- **Work task**
The expected output is exactly the lines below, starting at the line with "Monfort & Trognon" and ending at the line with "effects the options", both included; no other line belongs in it.

** Opening Available records block **

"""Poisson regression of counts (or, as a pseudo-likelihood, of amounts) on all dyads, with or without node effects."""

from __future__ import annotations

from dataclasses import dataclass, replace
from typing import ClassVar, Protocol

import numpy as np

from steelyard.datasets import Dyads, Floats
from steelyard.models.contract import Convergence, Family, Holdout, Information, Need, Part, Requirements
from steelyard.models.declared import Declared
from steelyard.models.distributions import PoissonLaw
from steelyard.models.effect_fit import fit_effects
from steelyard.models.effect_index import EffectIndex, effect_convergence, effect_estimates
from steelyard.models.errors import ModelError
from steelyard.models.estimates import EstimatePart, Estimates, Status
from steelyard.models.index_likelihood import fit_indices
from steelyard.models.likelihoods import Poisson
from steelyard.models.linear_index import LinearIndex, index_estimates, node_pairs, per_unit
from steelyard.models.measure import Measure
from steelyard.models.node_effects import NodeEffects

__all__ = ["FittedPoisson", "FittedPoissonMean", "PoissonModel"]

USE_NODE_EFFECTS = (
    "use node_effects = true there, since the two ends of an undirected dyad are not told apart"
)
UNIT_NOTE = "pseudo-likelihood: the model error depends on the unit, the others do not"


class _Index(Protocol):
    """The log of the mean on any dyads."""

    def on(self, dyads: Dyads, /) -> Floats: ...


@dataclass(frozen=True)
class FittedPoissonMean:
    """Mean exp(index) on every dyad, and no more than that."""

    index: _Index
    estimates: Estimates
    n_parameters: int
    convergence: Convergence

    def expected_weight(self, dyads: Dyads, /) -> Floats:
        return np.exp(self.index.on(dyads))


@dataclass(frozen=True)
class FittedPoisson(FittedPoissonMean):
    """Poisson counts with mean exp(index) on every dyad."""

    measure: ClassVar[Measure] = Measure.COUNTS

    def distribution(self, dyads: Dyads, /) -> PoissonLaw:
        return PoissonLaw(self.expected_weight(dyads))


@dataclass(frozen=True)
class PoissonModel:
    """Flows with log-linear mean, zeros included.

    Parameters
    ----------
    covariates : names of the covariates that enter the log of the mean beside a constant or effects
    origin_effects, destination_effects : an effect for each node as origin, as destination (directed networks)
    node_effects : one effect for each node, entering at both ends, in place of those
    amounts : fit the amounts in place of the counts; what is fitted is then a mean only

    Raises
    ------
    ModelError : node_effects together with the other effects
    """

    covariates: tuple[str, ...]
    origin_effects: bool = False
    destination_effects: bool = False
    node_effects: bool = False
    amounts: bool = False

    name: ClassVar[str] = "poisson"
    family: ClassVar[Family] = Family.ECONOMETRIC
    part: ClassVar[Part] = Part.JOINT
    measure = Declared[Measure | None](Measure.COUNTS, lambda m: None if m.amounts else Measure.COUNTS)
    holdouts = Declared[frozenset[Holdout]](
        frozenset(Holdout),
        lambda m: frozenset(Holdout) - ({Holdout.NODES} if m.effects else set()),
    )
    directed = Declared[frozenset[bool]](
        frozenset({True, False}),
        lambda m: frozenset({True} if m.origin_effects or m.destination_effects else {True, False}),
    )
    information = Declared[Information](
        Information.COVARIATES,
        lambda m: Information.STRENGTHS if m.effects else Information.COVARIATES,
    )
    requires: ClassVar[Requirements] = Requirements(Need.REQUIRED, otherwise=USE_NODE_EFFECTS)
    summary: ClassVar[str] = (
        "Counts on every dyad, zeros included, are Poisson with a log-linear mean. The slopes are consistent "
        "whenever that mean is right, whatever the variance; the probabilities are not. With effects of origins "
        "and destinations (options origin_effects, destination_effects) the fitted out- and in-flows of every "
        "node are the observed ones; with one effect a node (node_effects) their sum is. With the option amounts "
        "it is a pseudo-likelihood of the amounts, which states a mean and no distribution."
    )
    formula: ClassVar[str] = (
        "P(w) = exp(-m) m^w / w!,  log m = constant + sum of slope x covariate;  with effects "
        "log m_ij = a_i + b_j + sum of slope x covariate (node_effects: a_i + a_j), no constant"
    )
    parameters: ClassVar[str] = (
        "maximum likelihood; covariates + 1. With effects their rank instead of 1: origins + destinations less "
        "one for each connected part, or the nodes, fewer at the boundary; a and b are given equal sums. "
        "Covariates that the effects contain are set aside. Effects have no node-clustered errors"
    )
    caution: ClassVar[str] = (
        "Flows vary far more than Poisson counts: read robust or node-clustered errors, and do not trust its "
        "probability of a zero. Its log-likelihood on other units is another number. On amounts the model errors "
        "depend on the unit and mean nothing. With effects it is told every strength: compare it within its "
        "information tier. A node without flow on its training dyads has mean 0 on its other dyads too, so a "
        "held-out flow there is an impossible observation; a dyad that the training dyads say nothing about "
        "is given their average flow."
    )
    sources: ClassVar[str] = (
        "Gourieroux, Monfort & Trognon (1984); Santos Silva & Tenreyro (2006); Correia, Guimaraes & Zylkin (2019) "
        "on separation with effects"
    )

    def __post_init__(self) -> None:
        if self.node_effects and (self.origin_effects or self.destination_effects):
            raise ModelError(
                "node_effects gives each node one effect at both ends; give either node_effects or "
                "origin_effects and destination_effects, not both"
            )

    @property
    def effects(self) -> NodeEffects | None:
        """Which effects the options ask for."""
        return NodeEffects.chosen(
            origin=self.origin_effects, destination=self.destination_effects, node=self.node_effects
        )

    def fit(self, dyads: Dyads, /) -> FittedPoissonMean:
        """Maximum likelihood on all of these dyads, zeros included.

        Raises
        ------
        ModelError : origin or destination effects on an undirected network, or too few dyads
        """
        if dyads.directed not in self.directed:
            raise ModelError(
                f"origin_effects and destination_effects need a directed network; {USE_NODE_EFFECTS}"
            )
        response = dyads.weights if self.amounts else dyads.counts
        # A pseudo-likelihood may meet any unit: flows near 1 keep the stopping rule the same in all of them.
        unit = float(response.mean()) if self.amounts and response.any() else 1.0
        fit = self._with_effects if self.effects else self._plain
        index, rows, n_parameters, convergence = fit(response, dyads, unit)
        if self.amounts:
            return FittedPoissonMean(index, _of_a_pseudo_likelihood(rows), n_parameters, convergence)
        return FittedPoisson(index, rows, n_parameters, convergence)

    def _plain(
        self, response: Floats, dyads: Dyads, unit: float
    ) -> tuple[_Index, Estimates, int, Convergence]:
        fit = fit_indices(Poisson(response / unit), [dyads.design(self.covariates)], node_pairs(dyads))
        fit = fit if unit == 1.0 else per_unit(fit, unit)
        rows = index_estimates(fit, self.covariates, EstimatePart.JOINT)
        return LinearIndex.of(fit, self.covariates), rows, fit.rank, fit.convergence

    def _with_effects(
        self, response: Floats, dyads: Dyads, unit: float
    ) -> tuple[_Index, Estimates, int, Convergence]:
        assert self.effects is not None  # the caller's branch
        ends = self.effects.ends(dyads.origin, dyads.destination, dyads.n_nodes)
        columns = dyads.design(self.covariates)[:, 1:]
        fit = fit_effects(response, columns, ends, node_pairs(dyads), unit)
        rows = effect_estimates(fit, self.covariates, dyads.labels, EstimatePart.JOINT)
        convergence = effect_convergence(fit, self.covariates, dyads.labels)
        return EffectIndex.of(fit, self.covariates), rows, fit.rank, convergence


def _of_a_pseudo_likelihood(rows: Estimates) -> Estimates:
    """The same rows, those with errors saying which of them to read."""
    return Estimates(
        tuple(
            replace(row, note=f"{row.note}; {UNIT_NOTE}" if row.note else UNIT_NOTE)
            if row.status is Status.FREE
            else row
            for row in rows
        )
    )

** Closing Available records block **

- **Response**
        "Gourieroux, Monfort & Trognon (1984); Santos Silva & Tenreyro (2006); Correia, Guimaraes & Zylkin (2019) "
        "on separation with effects"
    )

    def __post_init__(self) -> None:
        if self.node_effects and (self.origin_effects or self.destination_effects):
            raise ModelError(
                "node_effects gives each node one effect at both ends; give either node_effects or "
                "origin_effects and destination_effects, not both"
            )

    @property
    def effects(self) -> NodeEffects | None:
        """Which effects the options ask for."""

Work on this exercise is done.